French type designer Xavier Dupré created this serif and slab FontFont in 2004. The family has 10 weights, ranging from Thin to Bold (including italics) and is ideally suited for advertising and packaging, editorial and publishing as well as logo, branding and creative industries. FF Absara provides advanced typographical support with features such as ligatures, small capitals, alternate characters, case-sensitive forms, fractions, and super- and subscript characters. It comes with a complete range of figure set options – oldstyle and lining figures, each in tabular and proportional widths. In 2005, FF Absara received the TDC2 award. This FontFont is a member of the FF Absara super family, which also includes FF Absara Headline, FF Absara Sans, and FF Absara Sans Headline.

Designers: Xavier Dupré

Publisher: FontFont

Foundry: FontFont

Design Owner: FontFont

MyFonts debut: Dec 30, 2004

FF Absara® is a trademark of Monotype GmbH registered in the U.S. Patent and Trademark Office and may be registered in certain other jurisdictions.
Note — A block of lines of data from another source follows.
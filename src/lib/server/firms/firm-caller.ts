import type { ResolvedIdentity } from '../auth/resolve-actor';

/**
 * The signed-in person asking for a firm operation. better-auth carries the operations out as that
 * person, so their request headers (the session cookie) travel along and it checks them again.
 */
export interface FirmCaller {
  identity: ResolvedIdentity;
  headers: Headers;
  ipAddress: string;
}
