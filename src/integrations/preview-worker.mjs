// @ts-check
// Makes the preview worker entry exist wherever the server runs. The server imports
// `virtual:claybank/preview-worker`, the file URL of the worker's entry:
// - `astro build`: the task module is emitted as its own entry chunk, `preview-worker.mjs` beside
//   `entry.mjs` in the server output, and the URL is Rollup's reference to that chunk, resolved
//   relative to the chunk that imports it (so the built folder can move);
// - `astro dev`: the tsx loader next to the task module, which runs the TypeScript directly.
import { fileURLToPath } from 'node:url';

const VIRTUAL_ID = 'virtual:claybank/preview-worker';
const RESOLVED_ID = `\0${VIRTUAL_ID}`;
const TASK = fileURLToPath(new URL('../lib/server/estimates/preview-task.ts', import.meta.url));
const DEV_ENTRY = new URL('../lib/server/estimates/preview-task-dev.mjs', import.meta.url).href;
export const PREVIEW_WORKER_FILE = 'preview-worker.mjs';

/** @returns {import('vite').Plugin} */
function previewWorkerPlugin() {
  let serving = false;
  let ssrBuild = false;
  /** @type {string | null} */
  let reference = null;
  return {
    name: 'claybank:preview-worker',
    configResolved(config) {
      serving = config.command === 'serve';
      ssrBuild = Boolean(config.build.ssr);
    },
    buildStart() {
      reference = null;
      if (serving || !ssrBuild) return;
      reference = this.emitFile({ type: 'chunk', id: TASK, fileName: PREVIEW_WORKER_FILE });
    },
    resolveId(id) {
      return id === VIRTUAL_ID ? RESOLVED_ID : null;
    },
    load(id) {
      if (id !== RESOLVED_ID) return null;
      if (reference) return `export default import.meta.ROLLUP_FILE_URL_${reference};`;
      if (serving) return `export default ${JSON.stringify(DEV_ENTRY)};`;
      this.error(`${VIRTUAL_ID} is for server code only.`);
    },
  };
}

/** @returns {import('astro').AstroIntegration} */
export function previewWorker() {
  return {
    name: 'claybank:preview-worker',
    hooks: {
      'astro:config:setup': ({ updateConfig }) => {
        updateConfig({ vite: { plugins: [previewWorkerPlugin()] } });
      },
    },
  };
}
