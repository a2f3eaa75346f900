/**
 * An incremental-loading oedometer test as the laboratory records it (ASTM D2435/D2435M, ISO 17892-5).
 * Units: lengths and deformations mm, stress kPa, time minutes since the increment was applied,
 * mass g, water content %. Deformation is the settlement of the specimen since the start of the test
 * (compression positive), read at the same datum for increments and time readings.
 */
export interface SpecimenInput {
  /** initial specimen height, mm */
  initialHeightMm: number | null;
  /** specimen diameter, mm */
  diameterMm: number | null;
  /** initial water content, % */
  waterContentPct?: number | null;
  /** specific gravity of the soil particles, Gs */
  specificGravity?: number | null;
  /** oven-dry mass of the specimen, g */
  dryMassG?: number | null;
  /** initial void ratio e0, when the laboratory gives it */
  initialVoidRatio?: number | null;
}

/** One reading of deformation against elapsed time within an increment. */
export interface TimeReading {
  /** minutes since the increment was applied (≥ 0) */
  elapsedMin: number;
  /** settlement since the start of the test, mm */
  deformationMm: number;
}

export interface IncrementInput {
  /** the laboratory's increment number, from 1 */
  incrementNo: number;
  /** applied vertical stress during the increment, kPa (≥ 0) */
  stressKpa: number;
  /** settlement since the start of the test at the end of the increment, mm */
  deformationMm?: number | null;
  /** void ratio at the end of the increment, when given instead of the deformation (AGS4 CONS_INCE) */
  voidRatio?: number | null;
  /** time–deformation readings of this increment, when recorded */
  readings?: readonly TimeReading[];
}

/** Drainage of the specimen during an increment: both faces (the usual oedometer) or one face. */
export type SpecimenDrainage = 'double' | 'single';

export interface IncrementalTestInput {
  specimen: SpecimenInput;
  /** in the order applied (increment numbers ascending) */
  increments: readonly IncrementInput[];
  /** default 'double' */
  drainage?: SpecimenDrainage;
}
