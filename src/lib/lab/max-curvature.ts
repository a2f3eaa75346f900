import type { CurveState } from './compression-curve';
import type { CurvePoint } from './geometry';
import { cannot, type Derived, determined, shown } from './outcome';
import { NaturalSpline } from './spline';

/** The frame of a square e–log σ′ chart: both spans drawn the same length. */
export interface NormalisedChart {
  stressFromKpa: number;
  stressToKpa: number;
  voidRatioFrom: number;
  voidRatioTo: number;
}

/** common practice (our own rule): a second bend turning this far, this far away, makes the choice ambiguous */
const AMBIGUOUS_SHARPNESS = 0.8;
const AMBIGUOUS_DISTANCE_LOG_CYCLES = 0.2;
const GRID = 400;

/** A spline through first-loading points on a square chart: x = log10 σ′, e, slopes converted both ways. */
export function normalisedChart(loading: readonly CurveState[]) {
  const xs = loading.map((s) => Math.log10(s.stressKpa));
  const es = loading.map((s) => s.voidRatio);
  const x0 = Math.min(...xs);
  const logSpan = Math.max(...xs) - x0;
  const e0 = Math.min(...es);
  const eSpan = Math.max(...es) - e0 || 1;
  const spline = new NaturalSpline(
    xs.map((x) => (x - x0) / logSpan),
    es.map((e) => (e - e0) / eSpan),
  );
  const frame: NormalisedChart = {
    stressFromKpa: 10 ** x0,
    stressToKpa: 10 ** (x0 + logSpan),
    voidRatioFrom: e0,
    voidRatioTo: e0 + eSpan,
  };
  const pointAt = (x: number) => {
    const p = spline.at((x - x0) / logSpan);
    return { x, e: e0 + p.y * eSpan, slope: (p.dy * eSpan) / logSpan, curvature: -p.d2y / (1 + p.dy * p.dy) ** 1.5 };
  };
  return {
    frame,
    logSpan,
    pointAt,
    /** a slope de/dlog10σ′ on the square chart, and back */
    toChart: (slope: number) => (slope * logSpan) / eSpan,
    toData: (slope: number) => (slope * eSpan) / logSpan,
    smooth(count: number): CurvePoint[] {
      return Array.from({ length: count }, (_, i) => {
        const x = x0 + (logSpan * i) / (count - 1);
        return { stressKpa: 10 ** x, voidRatio: pointAt(x).e };
      });
    },
  };
}

export type Chart = ReturnType<typeof normalisedChart>;

/**
 * The point of maximum curvature of the bend towards the virgin line, between two log stresses. Curvature
 * is κ = −v″/(1 + v′²)^1.5 on the square chart (downward bends only). Where the curve has more than one
 * bend (e.g. the end of reloading at σ′v0 and yield at σ′p), the bend that turns through the largest angle
 * is taken — each bend reaching from the least curved point before its peak to the least curved point
 * after it — and its curvature peak is the point. Refused when the curve never bends downwards there, or
 * when a second bend elsewhere turns nearly as far (then a person must choose).
 */
export function maxCurvaturePoint(chart: Chart, fromX: number, toX: number): Derived<{ x: number; e: number; slope: number }> {
  const samples = Array.from({ length: GRID + 1 }, (_, i) => chart.pointAt(fromX + ((toX - fromX) * i) / GRID));
  const kappa = (i: number) => samples[i]?.curvature ?? Number.NEGATIVE_INFINITY;
  const peaks: number[] = [];
  for (let i = 0; i <= GRID; i++) if (kappa(i) > 0 && kappa(i) >= kappa(i - 1) && kappa(i) >= kappa(i + 1)) peaks.push(i);
  if (peaks.length === 0)
    return cannot('sigmaPCasagrande', 'no-virgin-branch', 'the curve does not bend down towards a virgin line.');
  const angle = (i: number) => Math.atan(chart.toChart((samples[i] as (typeof samples)[number]).slope));
  const bends = peaks.map((peak, k) => {
    const left = lowestBetween(kappa, k === 0 ? 0 : (peaks[k - 1] as number), peak);
    const right = lowestBetween(kappa, peak, k === peaks.length - 1 ? GRID : (peaks[k + 1] as number));
    return { peak, turn: angle(left) - angle(right) };
  });
  bends.sort((a, b) => b.turn - a.turn);
  const best = bends[0] as (typeof bends)[number];
  const at = samples[best.peak] as (typeof samples)[number];
  const rival = bends.find((b) => Math.abs((samples[b.peak]?.x ?? at.x) - at.x) > AMBIGUOUS_DISTANCE_LOG_CYCLES);
  if (rival && rival.turn >= AMBIGUOUS_SHARPNESS * best.turn) {
    return cannot(
      'sigmaPCasagrande',
      'too-noisy',
      `the curve bends about as far at ${shown(10 ** at.x)} kPa as at ${shown(10 ** (samples[rival.peak]?.x ?? 0))} kPa; choose the point of maximum curvature.`,
    );
  }
  return determined(at);
}

/** The sample index of least curvature from `from` to `to` (inclusive). */
function lowestBetween(kappa: (i: number) => number, from: number, to: number): number {
  let best = from;
  for (let i = from; i <= to; i++) if (kappa(i) < kappa(best)) best = i;
  return best;
}
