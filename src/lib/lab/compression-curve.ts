import type { CurvePoint } from './geometry';
import { cannot, type Derived, determined, shown } from './outcome';
import { type SpecimenState, specimenState } from './specimen-state';
import type { IncrementalTestInput } from './test-input';
import { readingsSlip } from './time-readings';

export type Branch = 'loading' | 'unloading' | 'reloading';

/** The specimen at the end of one increment. */
export interface CurveState extends CurvePoint {
  incrementNo: number;
  /** vertical strain since the start of the test, (e0 − e)/(1 + e0), as a fraction */
  strain: number;
  /** settlement since the start, mm; null when only void ratios were given */
  deformationMm: number | null;
  /** specimen height, mm; null without the initial height */
  heightMm: number | null;
  /** first loading beyond every earlier stress, unloading, or reloading up to the largest earlier stress */
  branch: Branch;
}

export interface CurveProblem {
  incrementNo: number;
  branch: Branch;
  message: string;
}

export interface CompressionCurve {
  initial: SpecimenState;
  /** one state per increment, in the order applied */
  states: CurveState[];
  /** increments that move against their load (readings that go backwards) */
  problems: CurveProblem[];
}

/** common practice (our own tolerance): about one 0.01 mm dial division on a 20 mm specimen */
export const BACKWARDS_STRAIN = 0.0005;

/**
 * The e–log σ′ and strain–log σ′ curve of an incremental test: e = e0 − δ/Hs from the deformation δ
 * (ASTM D2435/D2435M), or the void ratio as given, with ε = (e0 − e)/(1 + e0). Each increment is put on a
 * branch by its stress: above every earlier stress it is first (virgin) loading, below the previous
 * stress it is unloading, otherwise reloading. A loading or reloading increment that swells, or an
 * unloading one that compresses, by more than BACKWARDS_STRAIN is listed in `problems`, as is an increment
 * whose own time readings end back from an earlier reading (a slipped gauge).
 */
export function compressionCurve(test: IncrementalTestInput): Derived<CompressionCurve> {
  const state = specimenState(test.specimen);
  if (!state.ok) return cannot('curve', state.reason, state.detail);
  const { e0, solidsHeightMm, initialHeightMm } = state.value;
  const increments = [...test.increments].sort((a, b) => a.incrementNo - b.incrementNo);
  if (increments.length < 2)
    return cannot('curve', 'too-few-points', `the test has ${increments.length} increment(s); at least 2 are needed.`);
  const states: CurveState[] = [];
  const problems: CurveProblem[] = [];
  let maxStress = 0;
  let previous: { stressKpa: number; voidRatio: number; branch: Branch } = { stressKpa: 0, voidRatio: e0, branch: 'loading' };
  for (const [i, inc] of increments.entries()) {
    if (i > 0 && increments[i - 1]?.incrementNo === inc.incrementNo) {
      return cannot('curve', 'missing-input', `increment ${inc.incrementNo} appears twice.`);
    }
    if (!(Number.isFinite(inc.stressKpa) && inc.stressKpa >= 0)) {
      return cannot('curve', 'missing-input', `increment ${inc.incrementNo} has no usable stress.`);
    }
    let voidRatio: number;
    let deformationMm: number | null = null;
    if (typeof inc.deformationMm === 'number' && Number.isFinite(inc.deformationMm)) {
      if (solidsHeightMm === null) {
        return cannot(
          'curve',
          'missing-input',
          'deformations are given but the initial specimen height is not; give the height.',
        );
      }
      deformationMm = inc.deformationMm;
      voidRatio = e0 - inc.deformationMm / solidsHeightMm;
    } else if (typeof inc.voidRatio === 'number' && Number.isFinite(inc.voidRatio)) {
      voidRatio = inc.voidRatio;
      if (solidsHeightMm !== null) deformationMm = (e0 - voidRatio) * solidsHeightMm;
    } else {
      return cannot('curve', 'missing-input', `increment ${inc.incrementNo} has neither a deformation nor a void ratio.`);
    }
    if (!(voidRatio > 0)) {
      return cannot(
        'curve',
        'out-of-range',
        `increment ${inc.incrementNo} gives a void ratio of ${shown(voidRatio)}; check the deformation and e0.`,
      );
    }
    const branch: Branch =
      inc.stressKpa > maxStress
        ? 'loading'
        : inc.stressKpa < previous.stressKpa
          ? 'unloading'
          : inc.stressKpa === previous.stressKpa
            ? previous.branch
            : 'reloading';
    const strainChange = (previous.voidRatio - voidRatio) / (1 + e0);
    const against = branch === 'unloading' ? strainChange > BACKWARDS_STRAIN : strainChange < -BACKWARDS_STRAIN;
    if (against && inc.stressKpa !== previous.stressKpa) {
      problems.push({
        incrementNo: inc.incrementNo,
        branch,
        message: `increment ${inc.incrementNo} (${shown(inc.stressKpa)} kPa) ${branch === 'unloading' ? 'compresses on unloading' : 'swells under a larger load'}: its void ratio goes from ${shown(previous.voidRatio)} to ${shown(voidRatio)}`,
      });
    }
    const slip = readingsSlip(inc, branch === 'unloading' ? -1 : 1);
    if (slip)
      problems.push({
        incrementNo: inc.incrementNo,
        branch,
        message: `increment ${inc.incrementNo} (${shown(inc.stressKpa)} kPa) ${slip}`,
      });
    states.push({
      incrementNo: inc.incrementNo,
      stressKpa: inc.stressKpa,
      voidRatio,
      strain: (e0 - voidRatio) / (1 + e0),
      deformationMm,
      heightMm: initialHeightMm === null || deformationMm === null ? null : initialHeightMm - deformationMm,
      branch,
    });
    maxStress = Math.max(maxStress, inc.stressKpa);
    previous = { stressKpa: inc.stressKpa, voidRatio, branch };
  }
  return determined({ initial: state.value, states, problems });
}

/** First-loading states with stress > 0, in order of stress (the branch Cc and σ′p are read from). */
export function loadingStates(curve: CompressionCurve): CurveState[] {
  return curve.states.filter((s) => s.branch === 'loading' && s.stressKpa > 0);
}

/** The void ratio on first loading at a stress, interpolated linearly in log σ′; null outside the loaded range. */
export function voidRatioOnLoading(curve: CompressionCurve, stressKpa: number): number | null {
  const pts = loadingStates(curve);
  for (let i = 1; i < pts.length; i++) {
    const a = pts[i - 1] as CurveState;
    const b = pts[i] as CurveState;
    if (stressKpa >= a.stressKpa && stressKpa <= b.stressKpa) {
      const f = Math.log10(stressKpa / a.stressKpa) / Math.log10(b.stressKpa / a.stressKpa);
      return a.voidRatio + f * (b.voidRatio - a.voidRatio);
    }
  }
  return pts.length === 1 && pts[0]?.stressKpa === stressKpa ? pts[0].voidRatio : null;
}
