import type { Kysely } from 'kysely';
import type { FirmRole } from '../../permissions/roles';
import { recordAudit } from '../audit/audit-log';
import { rethrowAuthError } from '../auth/auth-errors';
import type { Auth } from '../auth/create-auth';
import type { ResolvedIdentity } from '../auth/resolve-actor';
import type { Database } from '../db/schema';
import { ApiError } from '../http/api-error';
import { discardNewFirm, withUndo } from './undo-create';

export interface FirmDeps {
  auth: Auth;
  db: Kysely<Database>;
  /** the caller's request headers (session cookie), so better-auth checks the same person again */
  headers: Headers;
  identity: ResolvedIdentity;
  ipAddress: string;
}

function slugify(name: string): string {
  const base = name
    .normalize('NFKD')
    .replace(/[\u0300-\u036f]/g, '')
    .toLowerCase()
    .replace(/[^a-z0-9]+/g, '-')
    .replace(/^-+|-+$/g, '')
    .slice(0, 40);
  return `${base || 'firm'}-${Math.random().toString(36).slice(2, 7)}`;
}

async function audit(
  deps: FirmDeps,
  firmId: string,
  action: string,
  objectType: string,
  objectId: string,
  summary: Record<string, unknown>,
) {
  await recordAudit(deps.db, {
    actorUserId: deps.identity.user.id,
    firmId,
    action,
    objectType,
    objectId,
    summary,
    ipAddress: deps.ipAddress,
  });
}

/** Creates a firm with the caller as owner and makes it the active firm. */
export async function createFirm(deps: FirmDeps, name: string) {
  let firm: { id: string; name: string; slug: string } | null = null;
  try {
    firm = await deps.auth.api.createOrganization({ headers: deps.headers, body: { name, slug: slugify(name) } });
  } catch (error) {
    rethrowAuthError(error, { YOU_HAVE_REACHED_THE_MAXIMUM_NUMBER_OF_ORGANIZATIONS: 'You belong to as many firms as allowed.' });
  }
  if (!firm) throw new ApiError('INTERNAL', 'The firm could not be created.');
  const made = firm;
  await withUndo(
    () => audit(deps, made.id, 'firm.created', 'firm', made.id, { name }),
    () => discardNewFirm(deps.db, made.id, deps.identity.actor.firmId),
  );
  return { id: made.id, name: made.name, slug: made.slug };
}

/** Members of the active firm; invitations only for those who manage members. */
export async function describeFirm(deps: FirmDeps, firmId: string, canManage: boolean) {
  const firm = await deps.db
    .selectFrom('organization')
    .select(['id', 'name', 'slug'])
    .where('id', '=', firmId)
    .executeTakeFirstOrThrow();
  const members = await deps.db
    .selectFrom('member')
    .innerJoin('user', 'user.id', 'member.userId')
    .select([
      'member.id as memberId',
      'user.id as userId',
      'user.name',
      'user.email',
      'member.role',
      'member.createdAt as joinedAt',
    ])
    .where('member.organizationId', '=', firmId)
    .orderBy('member.createdAt')
    .execute();
  const invitations = canManage
    ? await deps.db
        .selectFrom('invitation')
        .select(['id', 'email', 'role', 'status', 'expiresAt'])
        .where('organizationId', '=', firmId)
        .where('status', '=', 'pending')
        .orderBy('createdAt', 'desc')
        .execute()
    : [];
  return { firm, myRole: deps.identity.actor.firmRole, members, invitations };
}

/** A member of the caller's active firm, or 404: an id from another firm is treated as unknown. */
async function memberOfFirm(deps: FirmDeps, firmId: string, memberId: string) {
  const member = await deps.db
    .selectFrom('member')
    .select(['id', 'userId', 'role'])
    .where('id', '=', memberId)
    .where('organizationId', '=', firmId)
    .executeTakeFirst();
  if (!member) throw new ApiError('NOT_FOUND', 'There is no such member in your active firm.');
  return member;
}

export async function changeMemberRole(deps: FirmDeps, firmId: string, memberId: string, role: FirmRole) {
  const member = await memberOfFirm(deps, firmId, memberId);
  if (member.role === 'owner') throw new ApiError('FORBIDDEN', "The firm owner's role cannot be changed.");
  if (member.userId === deps.identity.user.id)
    throw new ApiError('FORBIDDEN', 'You cannot change your own role; ask another owner or admin.');
  try {
    await deps.auth.api.updateMemberRole({ headers: deps.headers, body: { memberId, role, organizationId: firmId } });
  } catch (error) {
    rethrowAuthError(error);
  }
  await audit(deps, firmId, 'firm.member_role_changed', 'member', memberId, { before: member.role, after: role });
  return { memberId, userId: member.userId, role };
}

export async function removeMember(deps: FirmDeps, firmId: string, memberId: string) {
  const member = await memberOfFirm(deps, firmId, memberId);
  if (member.role === 'owner') throw new ApiError('FORBIDDEN', 'The firm owner cannot be removed.');
  if (member.userId === deps.identity.user.id) throw new ApiError('FORBIDDEN', 'Use "Leave firm" to remove yourself.');
  try {
    await deps.auth.api.removeMember({ headers: deps.headers, body: { memberIdOrEmail: memberId, organizationId: firmId } });
  } catch (error) {
    rethrowAuthError(error);
  }
  await audit(deps, firmId, 'firm.member_removed', 'member', memberId, { before: { userId: member.userId, role: member.role } });
}

export async function leaveFirm(deps: FirmDeps, firmId: string) {
  if (deps.identity.actor.firmRole === 'owner') {
    throw new ApiError('CONFLICT', 'The owner cannot leave the firm. Ask the platform admin to transfer ownership first.');
  }
  try {
    await deps.auth.api.leaveOrganization({ headers: deps.headers, body: { organizationId: firmId } });
  } catch (error) {
    rethrowAuthError(error);
  }
  await audit(deps, firmId, 'firm.member_left', 'firm', firmId, {});
}

/** The dependencies a firm operation needs, from an endpoint's context. */
export function firmDepsFrom(
  context: { request: Request; clientAddress: string },
  identity: ResolvedIdentity,
  services: { auth: Auth; db: Kysely<Database> },
): FirmDeps {
  return { ...services, headers: context.request.headers, identity, ipAddress: context.clientAddress };
}
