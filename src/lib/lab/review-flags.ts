import type { IncrementalInterpretation } from './interpret-incremental';
import { cannot, type Derived, determined, shown } from './outcome';

/** Values the contributing laboratory submitted, in the bank's units (the import field names). */
export interface SubmittedValues {
  initialVoidRatio?: number | null;
  compressionIndex?: number | null;
  recompressionIndex?: number | null;
  preconsolidationStress?: number | null;
  cvNc?: number | null;
  cvOc?: number | null;
  secondaryCompressionIndex?: number | null;
  deltaEOverE0?: number | null;
}

export type ReviewedParameter = keyof SubmittedValues;

/** A tolerance: relative (|derived/submitted − 1|), a factor (ratio within 1/f…f) or absolute. */
export type Tolerance = { relative: number } | { factor: number } | { absolute: number };

/**
 * common practice (our own tolerances): how far a submitted value may sit from the one derived from the
 * readings before a steward is asked to look. cv is compared by a factor because the two fitting methods
 * themselves commonly differ by up to about 1.5 times (root time above log time).
 */
export const REVIEW_TOLERANCES: Readonly<Record<ReviewedParameter, Tolerance>> = {
  initialVoidRatio: { absolute: 0.05 },
  compressionIndex: { relative: 0.15 },
  recompressionIndex: { relative: 0.3 },
  preconsolidationStress: { relative: 0.2 },
  cvNc: { factor: 2 },
  cvOc: { factor: 2 },
  secondaryCompressionIndex: { relative: 0.3 },
  deltaEOverE0: { absolute: 0.01 },
};

export interface ReviewFlag {
  parameter: ReviewedParameter;
  kind: 'disagrees' | 'not-derivable';
  submitted: number;
  /** the derived values compared (one per method where there are two); empty when none could be derived */
  derived: number[];
  tolerance: Tolerance;
  message: string;
}

const LABELS: Readonly<Record<ReviewedParameter, string>> = {
  initialVoidRatio: 'e0',
  compressionIndex: 'Cc',
  recompressionIndex: 'Cr',
  preconsolidationStress: 'σ′p',
  cvNc: 'cv (NC range)',
  cvOc: 'cv (OC range)',
  secondaryCompressionIndex: 'Cα',
  deltaEOverE0: 'Δe/e0',
};

/** Reasons that mean the readings simply lack the data (no flag), as opposed to readings that are wrong. */
const ABSENT: ReadonlySet<string> = new Set(['no-readings', 'no-unloading', 'missing-input']);

/**
 * Review flags for a steward: each submitted value that lies outside its tolerance of every value derived
 * for it ('disagrees'), and each submitted value whose derivation the readings refuse for a reason other than
 * missing data ('not-derivable', with that reason). σ′p is compared with both constructions; cv (NC range)
 * with the median cv of the loading increments that start at or above σ′p, cv (OC range) with those that
 * end at or below it, each method on its own; Cα with the median of the virgin increments.
 */
export function reviewFlags(
  interpretation: IncrementalInterpretation,
  submitted: SubmittedValues,
  tolerances: Readonly<Record<ReviewedParameter, Tolerance>> = REVIEW_TOLERANCES,
): ReviewFlag[] {
  const i = interpretation;
  const sigmaP = i.sigmaPCasagrande.ok
    ? i.sigmaPCasagrande.value.sigmaPKpa
    : i.sigmaPStrainEnergy.ok
      ? i.sigmaPStrainEnergy.value.sigmaPKpa
      : null;
  const loading = i.increments.filter((inc) => inc.branch === 'loading');
  const nc = sigmaP === null ? [] : loading.filter((inc) => inc.previousStressKpa >= sigmaP);
  const oc = sigmaP === null ? [] : loading.filter((inc) => inc.stressKpa <= sigmaP && inc.previousStressKpa > 0);
  const cvOf = (list: typeof loading) => [
    median(list.map((inc) => value(inc.rootTime, (v) => v.cvM2PerYear))),
    median(list.map((inc) => value(inc.logTime, (v) => v.cvM2PerYear))),
  ];
  const candidates: Record<ReviewedParameter, Derived<number>[]> = {
    initialVoidRatio: [value(i.curve, (v) => v.initial.e0)],
    compressionIndex: [value(i.cc, (v) => v.value)],
    recompressionIndex: [value(i.cr, (v) => v.value)],
    preconsolidationStress: [value(i.sigmaPCasagrande, (v) => v.sigmaPKpa), value(i.sigmaPStrainEnergy, (v) => v.sigmaPKpa)],
    cvNc: cvOf(nc),
    cvOc: cvOf(oc),
    secondaryCompressionIndex: [median(nc.map((inc) => value(inc.cAlpha, (v) => v.cAlpha)))],
    deltaEOverE0: [value(i.sampleQuality, (v) => v.deltaEOverE0)],
  };
  const flags: ReviewFlag[] = [];
  for (const parameter of Object.keys(LABELS) as ReviewedParameter[]) {
    const s = submitted[parameter];
    if (typeof s !== 'number' || !Number.isFinite(s)) continue;
    const tolerance = tolerances[parameter];
    const found = candidates[parameter].flatMap((d) => (d.ok ? [d.value] : []));
    const label = LABELS[parameter];
    if (found.length === 0) {
      const refused = candidates[parameter].find((d) => !d.ok && !ABSENT.has(d.reason));
      if (refused && !refused.ok) {
        flags.push({
          parameter,
          kind: 'not-derivable',
          submitted: s,
          derived: [],
          tolerance,
          message: `${label} was submitted as ${shown(s)}, but the readings do not support it: ${refused.message.replace(/\.$/, '')}.`,
        });
      }
      continue;
    }
    if (found.some((d) => within(s, d, tolerance))) continue;
    flags.push({
      parameter,
      kind: 'disagrees',
      submitted: s,
      derived: found,
      tolerance,
      message: `${label} was submitted as ${shown(s)}; the readings give ${found.map(shown).join(' and ')}, outside ${toleranceText(tolerance)}.`,
    });
  }
  return flags;
}

function within(submitted: number, derived: number, t: Tolerance): boolean {
  if ('absolute' in t) return Math.abs(submitted - derived) <= t.absolute;
  if (!(submitted > 0 && derived > 0)) return false;
  if ('factor' in t) return submitted <= derived * t.factor && submitted >= derived / t.factor;
  return Math.abs(derived / submitted - 1) <= t.relative;
}

function toleranceText(t: Tolerance): string {
  if ('absolute' in t) return `±${shown(t.absolute)}`;
  if ('factor' in t) return `a factor of ${shown(t.factor)}`;
  return `±${shown(100 * t.relative)} %`;
}

function value<T>(d: Derived<T>, pick: (v: T) => number): Derived<number> {
  return d.ok ? determined(pick(d.value)) : d;
}

/** The median of the values derived, or the first refusal when none was (an absent-data refusal for an empty list). */
function median(list: Derived<number>[]): Derived<number> {
  const values = list.flatMap((d) => (d.ok ? [d.value] : [])).sort((a, b) => a - b);
  if (values.length === 0)
    return list.find((d) => !d.ok) ?? cannot('cvLogTime', 'no-readings', 'no increment falls in this range.');
  const mid = Math.floor(values.length / 2);
  return determined(values.length % 2 ? (values[mid] as number) : ((values[mid - 1] as number) + (values[mid] as number)) / 2);
}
FF is a trademark of Monotype GmbH registered in the U.S. Patent and Trademark Office and may be registered in certain other jurisdictions.

About FontFont

Based in the trendy district of Kreuzberg in Berlin, Germany, FontFont was established in 1990 when FontShop founder Erik Spiekermann and fellow type designer Neville Brody wanted to build a foundry where type was made for designers, by designers; a place where type designers were given a fair and friendly offer and where true type magic was made. “From the very beginning,” representatives of the foundry say, “we wanted to bend the rules and test typographic boundaries, to build a library with a collection like no other; a range of typefaces that had different styles, different purposes, that was contemporary, experimental, unorthodox, and radical.”